Have your cover propped up away from the generator so it's covered, but "in the shade" with air circulation. Should be fine.


----------



## speedy2019 (Jan 29, 2019)

tabora said:


> Have your cover propped up away from the generator so it's covered, but "in the shade" with air circulation. Should be fine.


The cover is just flat on the generator with weights ontop. But I could put the weights underneath the cover though, then breeze can then circulate up and under the cover, thats if its not too windy.

In the mornings I dont think the sun shines much in that area or its not that strong in the mornings, but will have the full sun shining on it in the afternoon and its south facing too.

I have just googled and petrol doesn't ignite until it gets to about 250c, so if the actual outside air temp is a a max of 30c, surely the sun temp cant be much more then 50c, can it?

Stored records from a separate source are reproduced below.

"""What one run computes, operation by operation, kept by value: the rows of each operand and result over the paths.

An array with an axis of the paths is kept as rows, each a vector over the paths; an array without is kept by its last
axis, a number is a row of its own, and so is a row whose values are all one number. Rows are known by their values as
float64 and never by their type, so that float16 in float16 storage and in a float32 carrier are the same rows.
"""

from __future__ import annotations

from collections.abc import Sequence
from typing import Any

from narrowgauge.dispatch.setting import Place, Route, Setting, Way

__all__ = ["MOST_OPERATIONS", "MOST_PATHS", "MOST_ROWS", "Trace"]

MOST_PATHS = 256
MOST_OPERATIONS = 1 << 16
MOST_ROWS = 1 << 16


class Trace:
    """An Observer of one run that keeps place, name, operands and result of every operation.

    `paths` is the number of paths of the run; `kept` are those of them, by number, whose values are kept and compared,
    at most MOST_PATHS, in the order in which the other trace has them: all of the first MOST_PATHS by default. Give more
    than a few where you can (paths that agree do no harm): rows of one or two paths of a 16-bit format are alike by
    chance. Operations past MOST_OPERATIONS, and all after the one with which MOST_ROWS different rows are there, are
    not kept: `full` is True then.
    """

    def __init__(self, paths: int, kept: Sequence[int] | None = None) -> None:
        raise NotImplementedError

    def draws(self, values: Any) -> None:
        """Keep the draws that the run is given, an array of any type with an axis of the paths, as its input rows."""

    def gave(self, values: Any) -> None:
        """Keep the quantity in question that the run returned, (paths,): only what leads to it is compared."""

    def saw(self, setting: Setting, operation: str, route: Route, operands: Sequence[Any], result: Any) -> None:
        """Keep one operation."""

    def met(self, setting: Setting, constant: Any) -> None:
        """Keep a constant, rounded as it meets the state."""

    def decided(self, setting: Setting, answer: bool) -> None:
        """Decisions are no part of the comparison."""

    def left(self, setting: Setting, way: Way) -> None:
        """Neither is what leaves."""

    @property
    def lost(self) -> Place | None:
        """The first line where an array met the traced ones that varies over the paths and that no traced line made."""
        raise NotImplementedError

I might buy one of those propped up tent/cover things as Im guessing I cant use the generator with the cover on, even though one of the side flips up for the exhaust? Or I might bang together 2 sides and a top out of ply wood to protect it from the rain, when its in use.

Edit: I could even secure a weatherproof sheet to the wall of the house and drap it over the front of the generator, so its sloping over the generator with weight holding the cover tight to the floor.. The air then can flow through the sides of the generator and it will be sort of protected from the sun and rain..... Ideas, ideas.


----------



## tabora (Sep 6, 2018)

It's unlikely that the fuel will ignite, but if the tank keeps getting very hot, the volatile components of the fuel will boil off and exit via the tank vent, leaving you with less effective/energetic petrol. It has an initial boiling point at atmospheric pressure of about 35 °C (95 °F) I'm suggesting attaching your cover to a frame (perhaps made of PVC tubing?) to provide cover while allowing air to circulate. Your Edit in your last post sounds like a winner.


----------



## motormonkey (Jul 10, 2016)

No danger of the fuel igniting, but there's another issue you need to think about.

Leaving a fuel tank outside half filled for months is a bad idea. Gasoline, or petrol, doesn't store well, and if stored too long, can deteriorate into gunk that will clog up your fuel system. Moisture can condense on the interior surfaces of the fuel tank and drip into the fuel, accelerating this deterioration. Additives can help, but you're still taking a chance on this happening.


----------



## speedy2019 (Jan 29, 2019)

Yeah I have heard about the moisture getting in the tank, some people fill the tank up right to the top to aviod this. Im hoping with keeping the cover on the generator it will stop the moisture getting to the tank?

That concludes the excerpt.